Correlation Between Mitsubishi Electric and Amphenol
Can any of the company-specific risk be diversified away by investing in both Mitsubishi Electric and Amphenol at the same time? Although using a correlation coefficient on its own may not help to predict future stock returns, this module helps to understand the diversifiable risk of combining Mitsubishi Electric and Amphenol into the same portfolio, which is an essential part of the fundamental portfolio management process.
By analyzing existing cross correlation between Mitsubishi Electric and Amphenol, you can compare the effects of market volatilities on Mitsubishi Electric and Amphenol and check how they will diversify away market risk if combined in the same portfolio for a given time horizon. You can also utilize pair trading strategies of matching a long position in Mitsubishi Electric with a short position of Amphenol. Check out your portfolio center. Please also check ongoing floating volatility patterns of Mitsubishi Electric and Amphenol.
Diversification Opportunities for Mitsubishi Electric and Amphenol
0.66 | Correlation Coefficient |
Poor diversification
The 3 months correlation between Mitsubishi and Amphenol is 0.66. Overlapping area represents the amount of risk that can be diversified away by holding Mitsubishi Electric and Amphenol in the same portfolio, assuming nothing else is changed. The correlation between historical prices or returns on Amphenol and Mitsubishi Electric is a relative statistical measure of the degree to which these equity instruments tend to move together. The correlation coefficient measures the extent to which returns on Mitsubishi Electric are associated (or correlated) with Amphenol. Values of the correlation coefficient range from -1 to +1, where. The correlation of zero (0) is possible when the price movement of Amphenol has no effect on the direction of Mitsubishi Electric i.e., Mitsubishi Electric and Amphenol go up and down completely randomly.
Pair Corralation between Mitsubishi Electric and Amphenol
Assuming the 90 days trading horizon Mitsubishi Electric is expected to generate 1.39 times more return on investment than Amphenol. However, Mitsubishi Electric is 1.39 times more volatile than Amphenol. It trades about 0.21 of its potential returns per unit of risk. Amphenol is currently generating about 0.24 per unit of risk. If you would invest 1,393 in Mitsubishi Electric on August 29, 2024 and sell it today you would earn a total of 170.00 from holding Mitsubishi Electric or generate 12.2% return on investment over 90 days.

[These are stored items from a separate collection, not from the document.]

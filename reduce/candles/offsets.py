"""Zero-point offsets of other observatories: fitted with a prior, that is, marginalised in the covariance."""

from __future__ import annotations

import numpy as np

from reduce.candles.solve import Solved
from reduce.records import SourceOffset


def source_offsets(solved: Solved) -> tuple[SourceOffset, ...]:
    """Offset of each band of each source beside the other points, at the most probable node.

    With the offset o ~ N(0, s²) inside C, k = cov(y, o) and P = C⁻¹ - C⁻¹X A⁻¹ XᵀC⁻¹ (μ and host dust free):
    o = kᵀ C⁻¹ r with variance s² - kᵀ P k.
    """
    system = solved.system
    points = system.points
    if len(set(points.source.tolist())) < 2:
        return ()
    white_residual = system.whitener @ solved.residual
    found = []
    for source, band in sorted(set(zip(points.source.tolist(), points.band.tolist(), strict=True))):
        mine = (points.source == source) & (points.band == band)
        if not source:
            continue
        prior = float(np.max(points.err_band[mine]))
        white = system.whitener @ np.where(mine, prior * points.err_band, 0.0)
        seen = white @ system.design
        variance = prior**2 - float(white @ white - seen @ system.inverse @ seen)
        found.append(
            SourceOffset(
                source, band, float(white @ white_residual), float(np.sqrt(max(variance, 0.0))), prior, int(mine.sum())
            )
        )
    return tuple(found)
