"""Its presence lets test files import modules that lie in this folder (drawn_fields)."""
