"""Which points a fit uses, and how: magnitudes where they are well measured, flux where they are not."""

from __future__ import annotations

from dataclasses import dataclass
from typing import Any

import numpy as np
from numpy.typing import NDArray

from reduce.candles.model import BandRows, TypeIaModel
from reduce.records import FLUX_ZERO_POINT, Floats, LightCurve

LEAST_SNR = 5.0
"""Below it a magnitude's error is not Gaussian: the flux is used."""
LEAST_ERR = 1e-6
"""mag; smaller errors mean nothing beside the scatter of supernovae."""
LARGEST_MJD = 1e6
"""Larger numbers, infinity and NaN are no dates."""
MAG_PER_RELATIVE_FLUX = 2.5 / np.log(10.0)
FLUX_NOISE_BIAS = 1.5 / MAG_PER_RELATIVE_FLUX
"""A magnitude with a Gaussian error taken from its own flux draws the fit towards bright values by this times err²: the
logarithm gives away half of σ²/flux², the weights, larger for points that scatter up, gain twice as much. 0.065 mag at
S/N 5, 0.004 at 20.
"""
ZERO_POINT_WITHOUT_BLUE = 0.03
"""Zero-point error of a band (mag) when neither B nor g is there to hold the colour."""
SOURCE_OFFSET = 0.03
"""Prior width (mag) of the zero-point offset of another observatory's band that states no error of its own; R and I of
well-kept surveys agree to 0.02 to 0.04 mag.
"""
FREE_OFFSET = 0.5
"""The same where the prior is switched off."""


@dataclass(frozen=True, slots=True)
class Points:
    """Points of one kind in arrays of shape (n,), ordered by band, then time."""

    bands: BandRows
    mjd: Floats
    band: NDArray[np.str_]
    night: NDArray[np.str_]
    value: Floats
    """Magnitude, freed of the bias of its noise, or flux (zero point 25)."""
    err: Floats
    """Independent error in the unit of ``value``."""
    err_night: Floats
    err_band: Floats
    """mag, shared by the points of one source and band; the default where the input states none."""
    source: NDArray[np.str_]
    """Empty for own points."""
    by_colour_terms: NDArray[np.bool_]

    def __len__(self) -> int:
        return len(self.mjd)

    def take(self, keep: NDArray[np.bool_]) -> Points:
        """Only the points where ``keep`` is true."""
        return _ordered(
            self.mjd[keep], self.band[keep], self.night[keep], self.value[keep], self.err[keep],
            self.err_night[keep], self.err_band[keep], self.source[keep], self.by_colour_terms[keep],
        )  # fmt: skip


def _ordered(mjd: Floats, band: NDArray[np.str_], night: NDArray[np.str_], value: Floats, *more: Any) -> Points:
    order = np.lexsort((more[2], more[0], value, more[3], mjd, band))
    band = band[order]
    names = sorted(set(band.tolist()))
    edges = [(name, int(np.searchsorted(band, name)), int(np.searchsorted(band, name, "right"))) for name in names]
    rows = tuple((name, slice(first, last)) for name, first, last in edges)
    return Points(rows, mjd[order], band, night[order], value[order], *(column[order] for column in more))


def select(curve: LightCurve, model: TypeIaModel, offset_prior: bool = True) -> tuple[Points, Points]:
    """Split a light curve into magnitude points (S/N ≥ 5) and flux points (limits, weak detections).

    Points of bands the model does not know, or without any usable number, are left out.

    Parameters
    ----------
    offset_prior
        False: the zero points of other observatories' bands are free instead of held near 0.
    """
    known = np.isin(curve.band, model.bands) & (np.abs(curve.mjd) < LARGEST_MJD)
    has_mag = known & np.isfinite(curve.mag) & np.isfinite(curve.err) & (curve.err > 0)
    has_flux = known & np.isfinite(curve.flux) & np.isfinite(curve.flux_err) & (curve.flux_err > 0)
    err_from_mag = np.where(has_mag, np.maximum(curve.err, LEAST_ERR), np.inf)
    snr = MAG_PER_RELATIVE_FLUX / err_from_mag
    as_mag = has_mag & (snr >= LEAST_SNR)

    from_mag = 10.0 ** (-0.4 * (np.where(has_mag, curve.mag, 99.0) - FLUX_ZERO_POINT))
    flux = np.where(has_flux, curve.flux, from_mag)
    flux_err = np.where(has_flux, curve.flux_err, from_mag / np.where(has_mag, snr, 1.0))
    as_flux = (has_mag | has_flux) & ~as_mag

    blue = bool(np.isin(curve.band[as_mag], ("B", "g")).any())
    default = model.scatter.zero_point if blue else ZERO_POINT_WITHOUT_BLUE
    source = np.full(len(curve), "", "U1") if curve.source is None else curve.source
    several = len(set(source[has_mag | has_flux].tolist())) > 1
    stated = np.isfinite(curve.err_band)
    err_band = np.where(stated, curve.err_band, default)
    if several:
        width = np.where(stated, curve.err_band, SOURCE_OFFSET) if offset_prior else FREE_OFFSET
        err_band = np.where(source == "", err_band, width)
    by_colour_terms = np.zeros(len(curve), bool) if curve.by_colour_terms is None else curve.by_colour_terms
    err_night = np.where(np.isfinite(curve.err_night), curve.err_night, 0.0)

    def chosen(mask: NDArray[np.bool_], value: Floats, err: Floats) -> Points:
        return _ordered(
            curve.mjd[mask], curve.band[mask], curve.night[mask], value[mask], err[mask], err_night[mask],
            err_band[mask], source[mask], by_colour_terms[mask],
        )  # fmt: skip

    unbiased = curve.mag + FLUX_NOISE_BIAS * np.where(as_mag, curve.err, 0.0) ** 2
    return chosen(as_mag, unbiased, curve.err), chosen(as_flux, flux, flux_err)
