class _Group:
    """The frames of one camera and band while they are being solved."""

    def __init__(
        self,
        camera: str,
        band: str,
        frames: list[FrameStars],
        sequence: Sequence,
        choices: Choices,
        settings: Settings,
        known_term: tuple[float, float] | None = None,
        slips: Mapping[str, str] = MappingProxyType({}),
    ) -> None:
        self.slips = slips
        self.camera, self.band, self.frames, self.sequence, self.choices = (
            camera,
            band,
            frames,
            sequence,
            choices,
        )
        asked = choices.aperture_fwhm.get(band, settings.photometry.aperture_fwhm.get(band))
        self.radius = best_radius(frames) if asked is None else nearest_radius(asked)
        self.adopted_term, self.adopted_term_err = 0.0, ADOPTED_TERM_ERR
        if band in settings.photometry.colour_terms:
            self.adopted_term = settings.photometry.colour_terms[band]
        elif known_term is not None:
            self.adopted_term, self.adopted_term_err = known_term
        self.second_order = {
            **settings.photometry.second_order_extinction,
            **choices.second_order_extinction,
        }.get(band, 0.0)
        self.airmass = np.array([np.nan if f.quality.airmass is None else f.quality.airmass for f in frames])
        self.planes = no_planes(len(frames))
        self.verdicts: dict[str, FrameVerdict] = {}
        self.speaking = np.ones(len(frames), bool)
        """Frames that say something about the stars: the kept ones, where there are any."""
        self._take_stars()

    def _take_stars(self) -> None:
        """Columns of the solution: stars with a magnitude, and a colour where the sequence has any."""
        nothing = np.full(len(self.sequence), np.nan)
        self.catalogue = np.asarray(self.sequence.mag.get(self.band, nothing), dtype=float)
        catalogue_err = np.asarray(self.sequence.mag_err.get(self.band, nothing), dtype=float)
        self.catalogue_err = np.where(np.isfinite(catalogue_err), catalogue_err, 0.02)  # common practice
        colour = catalogue_colour(self.sequence, self.band)
        with_colour = np.isfinite(self.catalogue) & np.isfinite(colour)
        self.colour_known = int(with_colour.sum()) >= judge.LEAST_STARS
        self.colour = colour if self.colour_known else np.zeros(len(self.sequence))
        shape = (len(self.frames), len(self.sequence))
        self.mag = np.array([frame.mag[:, self.radius] for frame in self.frames]).reshape(shape)
        self.mag_err = np.array([frame.mag_err[:, self.radius] for frame in self.frames]).reshape(shape)
        usable = with_colour if self.colour_known else np.isfinite(self.catalogue)
        self.columns = np.flatnonzero(usable & np.isfinite(self.mag).any(axis=0))
        self.place = np.array([frame.place for frame in self.frames]).reshape(*shape, 2)

    def solve(self) -> tuple[BandSystem, JointSolution]:
        """Solve, judge, and solve again with only the kept frames speaking for stars and colour term."""
        looks = look_at_images(self.frames, self.radius, self.slips)
        first = [judge.verdict(f.frame, look, self.choices) for f, look in zip(self.frames, looks, strict=True)]
        informs = np.array([verdict.state == "kept" for verdict in first])
        if not informs.any():
            informs = np.array([verdict.state != "dropped" for verdict in first])
        joint = self._level(informs)
        whole = np.array([all(state != "dropped" for state, _ in look) for look in looks])
        expected = self._expected_rms(joint)
        skies = look_at_zero_points(self.frames, self.band, joint, expected, self.planes, whole)
        for frame, look, sky in zip(self.frames, looks, skies, strict=True):
            self.verdicts[frame.frame] = judge.verdict(frame.frame, look + sky, self.choices)
        states = np.array([self.verdicts[frame.frame].state for frame in self.frames])
        now = states == "kept" if (states == "kept").any() else states != "dropped"
        if not np.array_equal(now, informs):
            joint = self._joint(now)
        self.speaking = now
        return self._system(joint, now), joint

    def _level(self, informs: NDArray[np.bool_]) -> JointSolution:
        """Solution with the planes that the residuals demand: of the season first, then of single frames."""
        joint, place = self._joint(informs), self.place[:, self.columns]
        side = sides(
            np.array([frame.rotation_deg for frame in self.frames]),
            np.array([frame.mirrored for frame in self.frames]),
        )
        self.planes = season_planes(
            self._offsets(), self.mag_err[:, self.columns], self.catalogue_err[self.columns],
            self.colour[self.columns], joint, informs, place, side,
        )  # fmt: skip
        if not self.planes.flat:
            joint = self._joint(informs)
        before = self.planes
        err = np.hypot(self.mag_err[:, self.columns], joint.star_scatter_mag)
        standing = np.isfinite(joint.residual)
        standing[:, list(joint.set_aside)] = False
        self.planes = with_frame_planes(before, joint.residual - joint.star_offset_mag, err, standing, place)
        return self._joint(informs) if self.planes.of_frame_mag.any() else joint

    def _offsets(self) -> Floats:
        """(F, columns) catalogue - instrumental magnitude, freed of the second-order extinction and of the planes."""
        columns = self.columns
        airmass = np.nan_to_num(self.airmass, nan=0.0)
        second = self.second_order if self.colour_known else 0.0
        # The zero point keeps the first order; the second order of each star's colour is taken off here.
        mag = above_atmosphere(self.mag[:, columns], 0.0, airmass[:, None], second, self.colour[columns])
        offsets: Floats = self.catalogue[columns] - mag
        return offsets if self.planes.flat else offsets - self.planes.at(self.place[:, columns])

    def _joint(self, informs: NDArray[np.bool_]) -> JointSolution:
        columns = self.columns
        fit = self.colour_known and can_fit_term(self.colour[columns])
        by_person = {
            k: STAR_BY_PERSON
            for k, star in enumerate(columns)
            if self.sequence.ids[star] in self.choices.stars_set_aside
        }
        return solve_zero_points(
            self._offsets(),
            self.mag_err[:, columns],
            self.catalogue_err[columns],
            self.colour[columns],
            informs,
            term=None if fit else self.adopted_term if self.colour_known else 0.0,
            term_err=self.adopted_term_err,
            set_aside=by_person,
        )

    def _expected_rms(self, joint: JointSolution) -> Floats:
        """(F,) star-to-star scatter that photons, stars and catalogue allow."""
        variance = self.mag_err[:, self.columns] ** 2 + joint.star_scatter_mag**2
        alone = len(self.frames) < 3  # then a star's own offset cannot be told from its scatter
        variance = variance + (self.catalogue_err[self.columns] ** 2 if alone else 0.0)
        return np.array(
            [np.sqrt(np.median(row[np.isfinite(row)])) if np.isfinite(row).any() else 0 for row in variance]
        )

    def _system(self, joint: JointSolution, informs: NDArray[np.bool_]) -> BandSystem:
        used = joint.used & informs[:, None]
        deviation = np.where(used, joint.residual - joint.star_offset_mag, np.nan)
        nights = np.unique([frame.night for frame in self.frames], return_inverse=True)[1]
        frame_scatter, night_scatter = repeatability(deviation, self.mag_err[:, self.columns], nights)
        second = self.second_order if self.colour_known else 0.0
        expected = self._expected_rms(joint)
        solved = []
        for k, frame in enumerate(self.frames):
            if np.isfinite(joint.zp_mag[k]):
                coefficient = colour_coefficient(joint.term, second, frame.quality.airmass)
                zp, err = float(joint.zp_mag[k]), float(joint.zp_err_mag[k])
                stars = frame.place[self.columns[joint.used[k]]]
                # The median deviation sees all stars of a patchy frame, σ_frame only those that were not rejected.
                patchy = joint.frame_scatter_mag[k] > 0
                excess = max(float(joint.rms_mag[k]) ** 2 - expected[k] ** 2, 0.0) ** 0.5 if patchy else 0.0
                solved.append(
                    SolvedFrame(
                        stars=frame,
                        zp_mag=zp,
                        zp_err_mag=err,
                        coefficient=coefficient,
                        verdict=self.verdicts[frame.frame],
                        scatter_mag=max(float(joint.frame_scatter_mag[k]), excess),
                        star_shift_mag=np.nan_to_num(frame.place) @ self.planes.slope_mag[k],
                        target_shift_mag=frame.target_place @ self.planes.slope_mag[k],
                        target_shift_err_mag=self.planes.err_at(k, frame.target_place, stars),
                    )
                )
        term = ColourTerm(
            camera=self.camera,
            band=self.band,
            term=joint.term,
            term_err=joint.term_err,
            colour_mean=joint.pivot_colour if self.colour_known else float("nan"),
            n_stars=int(used.any(axis=0).sum()),
            fitted=joint.term_fitted,
        )
        return BandSystem(
            camera=self.camera,
            band=self.band,
            radius=self.radius,
            term=term,
            sequence_err_mag=joint.sequence_err_mag,
            frame_scatter_mag=frame_scatter,
            night_scatter_mag=night_scatter,
            position_loss_mag=position_loss_mag(radius_fwhm(self.radius), position_err_fwhm(self.frames)),
            frames=tuple(solved),
        )

    def zero_points(self, joint: JointSolution, system: BandSystem) -> dict[str, FrameZeroPoint]:
        """Frame → its zero point, with the whole error."""
        return {
            frame.frame: FrameZeroPoint(
                frame=frame.frame,
                band=self.band,
                zp_mag=float(joint.zp_mag[k]),
                zp_err_mag=float(np.hypot(joint.zp_err_mag[k], system.sequence_err_mag)),
                n_stars=int(joint.n_stars[k]),
                chi2_dof=float(joint.chi2_dof[k]),
                rms_mag=float(joint.rms_mag[k]),
                slope_diagnostic=float(joint.slope[k]),
                aperture_fwhm=radius_fwhm(self.radius),
            )
            for k, frame in enumerate(self.frames)
            if np.isfinite(joint.zp_mag[k])
        }

    def star_results(self, joint: JointSolution) -> list[StarResult]:
        """One row a star that has a catalogue magnitude in this band."""
        column = {int(star): k for k, star in enumerate(self.columns)}
        saturated = np.array([frame.saturated for frame in self.frames]).reshape(len(self.frames), -1)
        rows = []
        for star in np.flatnonzero(np.isfinite(self.catalogue)):
            k = column.get(int(star))
            # A clouded frame has a zero point of its own, but says nothing about its stars.
            used = joint.used[:, k] & self.speaking if k is not None else np.zeros(len(self.frames), bool)
            n = int(used.sum())
            aside = joint.set_aside.get(k) if k is not None else None
            residual = np.zeros(0) if k is None else joint.residual[:, k][used | ((aside is not None) & self.speaking)]
            measured = residual[np.isfinite(residual)]
            if aside is not None:
                word, reason = "set aside", aside
            elif n:
                word, reason = "used", ""
            elif self.colour_known and not np.isfinite(self.colour[star]):
                word, reason = "spare", "the catalogue has no colour for it"
            elif saturated[:, star].any():
                word, reason = "spare", "saturated"
            else:
                word, reason = "spare", "not measured, too faint or disturbed on every frame"
            rows.append(
                StarResult(
                    star=self.sequence.ids[star],
                    band=self.band,
                    word=word,  # type: ignore[arg-type]
                    reason=reason,
                    catalogue_mag=float(self.catalogue[star]),
                    residual_mag=float(joint.star_offset_mag[k]) if k is not None else float("nan"),
                    rms_mag=float(np.std(measured, ddof=1)) if len(measured) > 1 else float("nan"),
                    n_frames=len(measured),
                    colour=float(self.colour[star]) if self.colour_known else float("nan"),
                )
            )
        return rows

    def position_notes(self) -> list[str]:
        """Planes of the season, in words."""
        if not self.planes.season:
            return []
        return [f"{self.camera}, {self.band}: the zero point changes over the frame ({self.planes.season})."]

    def extinction_notes(self, joint: JointSolution) -> list[str]:
        """k′ of the nights whose airmass reaches far enough, in words."""
        notes = []
        good = np.array([self.verdicts[frame.frame].state == "kept" for frame in self.frames])
        for night in sorted({frame.night for frame in self.frames}):
            these = good & np.array([frame.night == night for frame in self.frames])
            found = fit_extinction(self.airmass[these], joint.zp_mag[these], joint.zp_err_mag[these])
            if found is not None:
                k, k_err = found.first_order, found.first_order_err
                notes.append(f"Night {night}, {self.band}: extinction {k:.2f} ± {k_err:.2f} mag per airmass.")
        return notes
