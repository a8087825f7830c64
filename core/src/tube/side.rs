//! The gas on one side of the contact surface: how a wave into it changes its speed, and what the wave leaves behind.

use super::thermal_side::ThermalSide;
use crate::gas::Gamma;
use crate::number::{Ball, Dual, Elementary, Positive, Semifield};
use crate::shock::Jump;

/// A gas into which a wave runs.
#[derive(Clone, Copy, Debug)]
pub(super) enum ContactSide<'a> {
    /// Of constant heat capacity.
    Constant {
        gamma: Gamma<Ball>,
        /// m/s.
        sound_speed: Ball,
    },
    /// Thermally perfect.
    Thermal(ThermalSide<'a>),
}

/// √(2/(γ[2γ + (γ + 1)y])) with y the excess of the pressure ratio: the speed of the gas behind a shock over a·y.
fn stopping<S: Elementary>(gamma: Gamma<S>, excess: S) -> S {
    let sum = gamma.ratio().doubled() + gamma.plus_one() * excess;
    (gamma.q.squared().doubled() / (gamma.ratio() * sum)).sqrt()
}

/// The change of the gas speed across a shock, a·y·√(2/(γ[2γ + (γ + 1)y])).
pub(super) fn shock_speed<S: Elementary>(gamma: Gamma<S>, sound_speed: S, excess: S) -> S {
    sound_speed * excess * stopping(gamma, excess)
}

/// β − 1 behind an expansion, β the ratio of the sound speeds.
fn expanded_excess<S: Elementary>(gamma: Gamma<S>, excess: S) -> S {
    let exponent = excess * excess.log1p_ratio() * gamma.d / gamma.ratio().doubled();
    exponent * exponent.expm1_ratio()
}

/// The change of the gas speed across an expansion, (2a/(γ − 1))((1 + y)^((γ−1)/(2γ)) − 1): negative.
pub(super) fn expansion_speed<S: Elementary>(gamma: Gamma<S>, sound_speed: S, excess: S) -> S {
    sound_speed * expanded_excess(gamma, excess) * gamma.q.doubled() / gamma.d
}

/// M² − 1 of a shock with this excess of the pressure ratio.
fn mach_squared_excess(gamma: Gamma<Ball>, excess: Ball) -> Ball {
    excess * gamma.plus_one() / gamma.ratio().doubled()
}

impl ContactSide<'_> {
    /// a, m/s.
    pub fn sound_speed(&self) -> Ball {
        match self {
            Self::Constant { sound_speed, .. } => *sound_speed,
            Self::Thermal(side) => side.sound_speed(),
        }
    }

    /// γ, at its temperature.
    pub fn gamma(&self) -> Gamma<Ball> {
        match self {
            Self::Constant { gamma, .. } => *gamma,
            Self::Thermal(side) => side.gamma(),
        }
    }

    /// The change of the gas speed across a wave that changes the pressure by the factor 1 + y, m/s; unknown where that is not proven.
    pub fn speed(&self, excess: Dual<Ball, 1>, is_shock: bool) -> Dual<Ball, 1> {
        match self {
            Self::Constant { gamma, sound_speed } => {
                let gamma = Gamma { d: Dual::constant(gamma.d), q: Dual::constant(gamma.q) };
                let formula = if is_shock { shock_speed } else { expansion_speed };
                formula(gamma, Dual::constant(*sound_speed), excess)
            }
            Self::Thermal(side) => side.speed(excess, is_shock),
        }
    }

    /// The speed of the shock that changes the pressure by the factor 1 + y, relative to the gas ahead, m/s, and the gas behind it.
    pub fn behind_shock(&self, excess: Ball) -> Option<(Ball, Self)> {
        match self {
            Self::Constant { gamma, sound_speed } => {
                let square = mach_squared_excess(*gamma, excess);
                let behind = *sound_speed * Jump::new(*gamma, square).temperature_ratio().sqrt();
                let speed = *sound_speed * (Ball::whole(1) + square).sqrt();
                Some((speed, Self::Constant { gamma: *gamma, sound_speed: behind }))
            }
            Self::Thermal(side) => side.behind_shock(excess).map(|(speed, behind)| (speed, Self::Thermal(behind))),
        }
    }

    /// The ratio of pressures across the shock from a wall that stops the gas, which moves toward it with this speed (m/s).
    pub fn stopped(&self, speed: Ball) -> Option<Ball> {
        match self {
            // As for a moving wall, M = s + √(1 + s²).
            Self::Constant { gamma, sound_speed } => {
                let s = gamma.plus_one() * speed / (Ball::whole(4) * gamma.q * *sound_speed);
                let mach = s + (Ball::whole(1) + s.squared()).sqrt();
                Some(Jump::new(*gamma, (s * mach).doubled()).pressure_ratio())
            }
            Self::Thermal(side) => side.stopped(speed),
        }
    }

    /// The ratio of pressures across an expansion by the factor 1 + y and its reflection from a wall at which the gas has to rest again.
    pub fn expanded_twice(&self, excess: Ball) -> Option<Ball> {
        match self {
            // As much sound speed is lost again: a' = a(1 + 2(β − 1)).
            Self::Constant { gamma, .. } => {
                let ratio = Ball::whole(1) + expanded_excess(*gamma, excess).doubled();
                Some(ratio.pow(gamma.ratio().doubled() / gamma.d))
            }
            Self::Thermal(side) => side.expanded_twice(excess),
        }
    }
}
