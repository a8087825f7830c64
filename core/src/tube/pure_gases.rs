//! Gases for the unit tests of driver and contact surface.

use crate::gas::species::Species;
use crate::gas::{Gas, HeatCapacityRatio, Portion};
use crate::number::Rational;

pub(super) fn exact(text: &str) -> Rational {
    text.parse().unwrap()
}

/// One species, of which a thermally perfect gas is made.
pub(super) fn pure<'a>(species: &'a Species<'a>) -> [Portion<'a>; 1] {
    [Portion { species, fraction: Rational::ONE }]
}

pub(super) fn gas(n: u32, d: u32, molar_mass: &str) -> Gas {
    Gas::new(HeatCapacityRatio::ratio(n, d).unwrap(), exact(molar_mass)).unwrap()
}

pub(super) fn helium() -> Gas {
    gas(5, 3, "0.004002602")
}

pub(super) fn hydrogen() -> Gas {
    gas(7, 5, "0.00201588")
}

pub(super) fn nitrogen() -> Gas {
    gas(7, 5, "0.0280134")
}

pub(super) fn argon() -> Gas {
    gas(5, 3, "0.039948")
}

Time Period | 3 Months [change] |
Direction | Moves Together |
Strength | Significant |
Accuracy | 100.0% |
Values | Daily Returns |
Mitsubishi Electric vs. Amphenol
Performance |
Timeline |
Mitsubishi Electric |
Amphenol |
Mitsubishi Electric and Amphenol Volatility Contrast
Predicted Return Density |
Returns |
Pair Trading with Mitsubishi Electric and Amphenol
The main advantage of trading using opposite Mitsubishi Electric and Amphenol positions is that it hedges away some unsystematic risk. Because of two separate transactions, even if Mitsubishi Electric position performs unexpectedly, Amphenol can make up some of the losses. Pair trading also minimizes risk from directional movements in the market. For example, if an entire industry or sector drops because of unexpected headlines, the short position in Amphenol will offset losses from the drop in Amphenol's long position.Mitsubishi Electric vs. MCEWEN MINING INC | Mitsubishi Electric vs. Perseus Mining Limited | Mitsubishi Electric vs. CONAGRA FOODS | Mitsubishi Electric vs. National Beverage Corp |
Check out your portfolio center.Note that this page's information should be used as a complementary analysis to find the right mix of equity instruments to add to your existing portfolios or create a brand new portfolio. You can also try the CEOs Directory module to screen CEOs from public companies around the world.